9 Common Questions Surrounding Accreditation
Every month Capsim hosts a webinar that’s part of its Accreditation and Assessment Webinar Series. The goal of this series is to provide useful information, tips and tools to help Deans and Professors with their business school’s accreditation process. Since accreditation is a cumbersome and often confusing process, it’s no wonder we receive so many additional questions about it.
We decided to catch up with Erich Dierdorff, an associate professor of management at DePaul University’s Driehaus College of Business, and ask him some of the most common questions surrounding accreditation. Erich is an expert in behavioral assessment, individual learning and team training and has helped numerous universities with accreditation and assessment.
Below is an edited summary of our conversation. Enjoy!
Q: What do you see as the biggest challenge facing learning assessment for accreditation?
It really stems from how schools balance the needs of the school and the needs of the student.
By this, I mean schools need learning assessment data for accreditation, while students need feedback for development.
Balancing these needs is a significant challenge for business schools today because often times with learning assessments, we focus on capturing the most readily available measures – the things that are the easiest to collect, usually coming from compliant faculty. Unfortunately, the most readily available measures aren’t necessarily optimal for student development.
Q: In your experience helping schools with learning assessment, where do they seem to struggle the most?
Assessing and developing both knowledge and skills in our students.
Business schools are quite adept at instilling and assessing knowledge, but not so much on the side of skills. Some refer to this as the ‘knowing-doing gap’ that business schools must address .
To give you an example, a large-scale research study found that only about 20% of the knowledge our students acquire can be skillfully applied.
Moreover, this knowing-doing gap exists across the variety of learning goals that we often have in business schools – ranging from those that are technical or business functional in nature, to those that are more interpersonal in nature.
Q: What are some ways to bridge the knowing-doing gap in assessment?
There are many ways to do this and you have to look no further than the management education literature for options.
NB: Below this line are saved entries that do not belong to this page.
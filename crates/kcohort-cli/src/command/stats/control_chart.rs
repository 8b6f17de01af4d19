//! `kcohort stats control-chart`: a p-chart (proportions) or u-chart (rates), optionally with
//! Laney's limits, and the run-rule signals of each period.

use super::InputArgs;
use super::report::{Report, TextTable, amount, num, per_label, to_json};
use anyhow::{Context, bail};
use clap::{Args, ValueEnum};
use kcohort_stats::control_chart::{
    CentreLine, ChartKind, ChartOptions, RULE_SET, p_chart, u_chart,
};
use serde_json::json;
use std::collections::HashMap;

#[derive(Debug, Args)]
#[command(
    after_long_help = "Shewhart control chart of one indicator over time, with the run rules of Provost & \
Murray (The Health Care Data Guide, 2011), rules 1-4. One row per period, in time order as in the \
file; a period named twice is an error. p-chart: --count cases of --exposure people (whole numbers). \
u-chart: --count events over --exposure person-time, charted per --per units."
)]
pub struct ControlChartArgs {
    /// Column with the numerator of each period (cases, events).
    #[arg(long, value_name = "COL")]
    pub count: String,
    /// Column with the denominator of each period: people (p-chart) or person-time (u-chart).
    #[arg(long, value_name = "COL")]
    pub exposure: String,
    /// Column naming each period (e.g. 2024-01); rows must be in time order.
    #[arg(long, value_name = "COL")]
    pub period: String,
    /// p-chart for proportions, u-chart for rates.
    #[arg(long, value_enum)]
    pub kind: Kind,
    /// Laney p′/u′ limits, for large denominators where plain limits flag almost every period.
    #[arg(long)]
    pub laney: bool,
    /// u-chart only: chart rates per this many units of exposure (default 1000).
    #[arg(long, value_name = "UNITS")]
    pub per: Option<f64>,
    /// Freeze the centre line (and Laney's σ_z) on the first N periods.
    #[arg(long, value_name = "N")]
    pub baseline: Option<usize>,
    /// Width of the control limits in σ.
    #[arg(long, default_value_t = 3.0, value_name = "K")]
    pub sigma: f64,
    /// Word for one period in signal explanations ("8 months in a row above the centre line").
    #[arg(long, default_value = "period", value_name = "WORD")]
    pub period_word: String,
    #[command(flatten)]
    pub input: InputArgs,
}

#[derive(Debug, Clone, Copy, PartialEq, Eq, ValueEnum)]
pub enum Kind {
    /// p-chart: proportions.
    P,
    /// u-chart: rates.
    U,
}

pub fn run(args: &ControlChartArgs) -> anyhow::Result<Report> {
    let table = args
        .input
        .read(&[&args.period, &args.count, &args.exposure])?;
    let periods = table.labels(&args.period)?;
    let mut first_row: HashMap<&str, usize> = HashMap::new();
    for (row, period) in periods.iter().enumerate() {
        if let Some(&earlier) = first_row.get(period.as_str()) {
            bail!(
                "{} {}, column `{}`: period `{period}` was already given on {}\nhint: give \
                 one row per period (sum the counts and exposures of a period first)",
                table.file(),
                table.place(row),
                args.period,
                table.place(earlier)
            );
        }
        first_row.insert(period, row);
    }
    let counts = table.counts(&args.count)?;
    let options = ChartOptions {
        centre_line: match args.baseline {
            Some(n) => CentreLine::Baseline { start: 0, end: n },
            None => CentreLine::AllPeriods,
        },
        laney: args.laney,
        sigma_multiplier: args.sigma,
        period_label: args.period_word.clone(),
    };
    let (chart, value_label, per) = match args.kind {
        Kind::P => {
            if args.per.is_some() {
                bail!("--per applies to u-charts (rates); a p-chart charts proportions");
            }
            let totals = table.counts(&args.exposure)?;
            (
                p_chart(&counts, &totals, &options),
                "proportion".to_string(),
                None,
            )
        }
        Kind::U => {
            let per = args.per.unwrap_or(1000.0);
            if !(per.is_finite() && per > 0.0) {
                bail!("--per: expected a number greater than 0, e.g. 1000, found {per}");
            }
            let exposure: Vec<f64> = table
                .positive_numbers(&args.exposure)?
                .into_iter()
                .map(|e| e / per)
                .collect();
            (
                u_chart(&counts, &exposure, &options),
                per_label(per),
                Some(per),
            )
        }
    };
    let chart = chart.context("control chart")?;
    let kind_words = match (chart.kind, chart.laney) {
        (ChartKind::P, false) => "p-chart",
        (ChartKind::P, true) => "Laney p′-chart",
        (ChartKind::U, false) => "u-chart",
        (ChartKind::U, true) => "Laney u′-chart",
    };
    let mut text = format!(
        "Control chart: {kind_words}, {}σ limits, run rules of {RULE_SET}\n\n",
        amount(chart.sigma_multiplier)
    );
    text.push_str(&format!(
        "centre line: {} ({})\n",
        num(chart.centre),
        value_label
    ));
    if let Some(n) = args.baseline {
        text.push_str(&format!(
            "centre line from the first {n} periods (baseline)\n"
        ));
    }
    if let Some(sigma_z) = chart.sigma_z {
        text.push_str(&format!("Laney sigma_z: {}\n", num(sigma_z)));
    }
    text.push('\n');
    let mut points = TextTable::new(&[
        "period",
        "count",
        match chart.kind {
            ChartKind::P => "denominator",
            ChartKind::U => "exposure",
        },
        &value_label,
        "lower limit",
        "upper limit",
        "signals",
    ]);
    let mut explanations = Vec::new();
    for (point, name) in chart.points.iter().zip(&periods) {
        let rules: Vec<String> = point
            .signals
            .iter()
            .map(|s| s.rule_number.to_string())
            .collect();
        for signal in &point.signals {
            explanations.push(format!(
                "{} {name}: rule {}: {}",
                args.period_word, signal.rule_number, signal.explanation
            ));
        }
        let denominator = match per {
            Some(per) => point.denominator * per,
            None => point.denominator,
        };
        points.row(vec![
            name.clone(),
            point.numerator.to_string(),
            amount(denominator),
            num(point.value),
            num(point.lower),
            num(point.upper),
            if rules.is_empty() {
                "-".to_string()
            } else {
                rules.join(",")
            },
        ]);
    }
    text.push_str(&points.render());
    text.push('\n');
    if explanations.is_empty() {
        text.push_str("no special-cause signals\n");
    } else {
        for line in explanations {
            text.push_str(&line);
            text.push('\n');
        }
    }
    let results = json!({
        "periods": periods,
        // On a u-chart the library's denominators are the exposure divided by `per`, so that
        // values and limits are rates per `per` units.
        "denominator_scale": per.map_or(1.0, |per| 1.0 / per),
        "chart": to_json(&chart),
    });
    let settings = json!({
        "columns": {
            "count": args.count,
            "exposure": args.exposure,
            "period": args.period,
        },
        "kind": to_json(&chart.kind),
        "laney": args.laney,
        "per": per,
        "baseline_periods": args.baseline,
        "sigma": args.sigma,
    });
    Ok(Report::new(
        "control-chart",
        &table,
        settings,
        results,
        text,
    ))
}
Clearly there are a lot of educational techniques that we would call experiential or hands-on in nature, that do a much better job at not only ensuring students are gaining knowledge, but that they can skillfully apply such knowledge.
Many of the instructional techniques are familiar to us. Think service learning, where students are doing consulting projects with real life organizations, or running business simulations where students are forced to make cross-functional business decisions.
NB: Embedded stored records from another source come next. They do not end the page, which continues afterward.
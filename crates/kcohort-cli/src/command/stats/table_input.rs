//! A researcher's table, CSV (header row, UTF-8) or Parquet, read into the named columns one
//! subcommand uses, with cell parsers whose errors name the file, the line (or Parquet row), the
//! column and the value at fault.
//!
//! Only the columns asked for are kept. A cell is missing when it is empty, `NA` (R's
//! `write.csv` default) or a Parquet null; a missing cell in a used column is an error naming
//! its line, unless the caller asked to drop such rows, in which case the number dropped is
//! recorded and reported. No row is ever left out silently.

use anyhow::{Context, anyhow, bail};
use arrow_array::builder::LargeStringBuilder;
use arrow_array::types::{ByteArrayType, Utf8Type};
use arrow_array::{Array, LargeStringArray, StringArray};
use serde::Serialize;
use std::fs::File;
use std::io::BufReader;
use std::path::Path;

/// The file formats we read, told apart by the file name's extension.
#[derive(Debug, Clone, Copy, PartialEq, Eq, Serialize)]
#[serde(rename_all = "snake_case")]
pub enum FileFormat {
    Csv,
    Parquet,
}

/// The used columns of a table as text (null = missing), one entry per kept row. Arrow string
/// arrays keep a column in one buffer, so a table of millions of rows stays small.
#[derive(Debug)]
pub struct Table {
    file: String,
    format: FileFormat,
    names: Vec<String>,
    cells: Vec<LargeStringArray>,
    /// CSV line number (the header is line 1) or 1-based Parquet row of each kept row.
    positions: Vec<u64>,
    rows_read: usize,
    rows_dropped: usize,
}

/// What was read, for the JSON output and the stderr note on dropped rows.
#[derive(Debug, Clone, Serialize)]
pub struct InputSummary {
    pub file: String,
    pub format: FileFormat,
    pub rows_read: usize,
    pub rows_used: usize,
    pub rows_dropped_missing: usize,
}

/// Text cells per requested column, and the line (or row) number of each row.
type Cells = (Vec<LargeStringArray>, Vec<u64>);

/// Reads the columns `wanted` of the CSV or Parquet file at `path`. With `drop_missing`, rows with a
/// missing cell in any wanted column are left out and counted; otherwise they are kept and the
/// parsers below report them.
pub fn read(path: &Path, wanted: &[&str], drop_missing: bool) -> anyhow::Result<Table> {
    let file = path.file_name().map_or_else(
        || path.display().to_string(),
        |name| name.to_string_lossy().into_owned(),
    );
    let mut names: Vec<String> = Vec::new();
    for name in wanted {
        if !names.iter().any(|n| n == name) {
            names.push((*name).to_string());
        }
    }
    let extension = path
        .extension()
        .map(|e| e.to_string_lossy().to_ascii_lowercase());
    let (format, cells, positions) = match extension.as_deref() {
        Some("csv") => {
            let (cells, positions) = read_csv(path, &file, &names)?;
            (FileFormat::Csv, cells, positions)
        }
        Some("parquet") => {
            let (cells, positions) = read_parquet(path, &file, &names)?;
            (FileFormat::Parquet, cells, positions)
        }
        _ => bail!(
            "{}: expected a .csv or .parquet file\nhint: kcohort stats reads a CSV file with a header row or a Parquet file",
            path.display()
        ),
    };
    let mut table = Table {
        file,
        format,
        names,
        cells,
        rows_read: positions.len(),
        positions,
        rows_dropped: 0,
    };
    if drop_missing {
        table.drop_missing_rows();
    }
    if table.positions.is_empty() {
        if table.rows_read > 0 {
            bail!(
                "{}: all {} rows have a missing value in a used column ({})",
                table.file,
                table.rows_read,
                table.quoted_names()
            );
        }
        bail!("{} has a header but no data rows", table.file);
    }
    Ok(table)
}

fn read_csv(path: &Path, file: &str, names: &[String]) -> anyhow::Result<Cells> {
    let handle = File::open(path).with_context(|| format!("cannot open {}", path.display()))?;
    let mut reader = csv::ReaderBuilder::new()
        .has_headers(true)
        .flexible(true)
        .from_reader(BufReader::new(handle));
    let header = reader
        .byte_headers()
        .with_context(|| format!("{file}: cannot read the header row"))?
        .clone();
    let mut header_names = Vec::with_capacity(header.len());
    for (i, field) in header.iter().enumerate() {
        let field = if i == 0 {
            field.strip_prefix(b"\xEF\xBB\xBF").unwrap_or(field)
        } else {
            field
        };
        let name = std::str::from_utf8(field)
            .map_err(|_| anyhow!("{file} line 1: the header row is not valid UTF-8"))?;
        header_names.push(name.trim().to_string());
    }
    if header_names.iter().all(String::is_empty) {
        bail!("{file} is empty: expected a header row naming the columns");
    }
    let indices = locate(file, &header_names, names)?;
    let mut cells: Vec<LargeStringBuilder> =
        names.iter().map(|_| LargeStringBuilder::new()).collect();
    let mut positions = Vec::new();
    let mut record = csv::ByteRecord::new();
    loop {
        let more = reader
            .read_byte_record(&mut record)
            .with_context(|| format!("{file}: not readable as CSV"))?;
        if !more {
            break;
        }
        let line = record.position().map_or(0, |p| p.line());
        if record.len() == 1 && record[0].is_empty() {
            // A blank line carries no row; the csv reader already skips most of them.
            continue;
        }
        if record.len() != header_names.len() {
            bail!(
                "{file} line {line}: expected {} fields like the header row, found {}",
                header_names.len(),
                record.len()
            );
        }
        for (column, &index) in cells.iter_mut().zip(&indices) {
            let text = std::str::from_utf8(&record[index]).map_err(|_| {
                anyhow!(
                    "{file} line {line}, column `{}`: the value is not valid UTF-8",
                    header_names[index]
                )
            })?;
            column.append_option(cell(text));
        }
        positions.push(line);
    }
    Ok((cells.iter_mut().map(|c| c.finish()).collect(), positions))
}

fn read_parquet(path: &Path, file: &str, names: &[String]) -> anyhow::Result<Cells> {
    use parquet::arrow::ProjectionMask;
    use parquet::arrow::arrow_reader::ParquetRecordBatchReaderBuilder;

    let handle = File::open(path).with_context(|| format!("cannot open {}", path.display()))?;
    let builder = ParquetRecordBatchReaderBuilder::try_new(handle)
        .with_context(|| format!("{file}: not readable as Parquet"))?;
    let header_names: Vec<String> = builder
        .schema()
        .fields()
        .iter()
        .map(|f| f.name().clone())
        .collect();
    let indices = locate(file, &header_names, names)?;
    let mask = ProjectionMask::roots(builder.parquet_schema(), indices.iter().copied());
    let batches = builder
        .with_projection(mask)
        .with_batch_size(8192)
        .build()
        .with_context(|| format!("{file}: not readable as Parquet"))?;
    let mut cells: Vec<LargeStringBuilder> =
        names.iter().map(|_| LargeStringBuilder::new()).collect();
    let mut positions = Vec::new();
    for batch in batches {
        let batch = batch.with_context(|| format!("{file}: not readable as Parquet"))?;
        for (column, name) in cells.iter_mut().zip(names) {
            let array = batch
                .column_by_name(name)
                .with_context(|| format!("{file}: column `{name}` missing from a row group"))?;
            let text = arrow_cast::cast(array, &<Utf8Type as ByteArrayType>::DATA_TYPE)
                .with_context(|| {
                    format!(
                        "{file}, column `{name}`: its type {} cannot be read as text or numbers",
                        array.data_type()
                    )
                })?;
            let text = text
                .as_any()
                .downcast_ref::<StringArray>()
                .expect("a cast to Utf8 gives a StringArray");
            for i in 0..text.len() {
                column.append_option(if text.is_null(i) {
                    None
                } else {
                    cell(text.value(i))
                });
            }
        }
        let start = positions.len() as u64;
        positions.extend((1..=batch.num_rows() as u64).map(|i| start + i));
    }
    Ok((cells.iter_mut().map(|c| c.finish()).collect(), positions))
}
The key point is that no matter the instructional approach we take, we need to build-in meaningful and valid assessment metrics that capture learning as our students proceed through these instructional approaches.
This is the only way we can gain the true value of driving up the development of knowledge and skills in our students, as well as capturing that important knowing and doing information for accreditation purposes.
Q: Why is there a struggle to assess soft skills?
One of the major reasons is that the methods that are brought to bear to assess soft skills, which are typically things like case analyses, self-reflection exercises and so forth, are simply not optimal for assessing or developing soft skill competencies in our students.
Thus we are often falling well short in the methods we apply to not only assess these types of skills for learning assessment purposes, but also to provide the critical developmental feedback needed by our students.
Q: Why should schools care about developing soft skills?
There is a wealth of evidence on this question. Across all key business school stakeholders (faculty, alumni, recruiters, students, and employers) the evidence overwhelmingly points to the need for key skills such as collaboration, leadership, teamwork, and communication – all these soft skills have been identified as important but underdeveloped in our graduates.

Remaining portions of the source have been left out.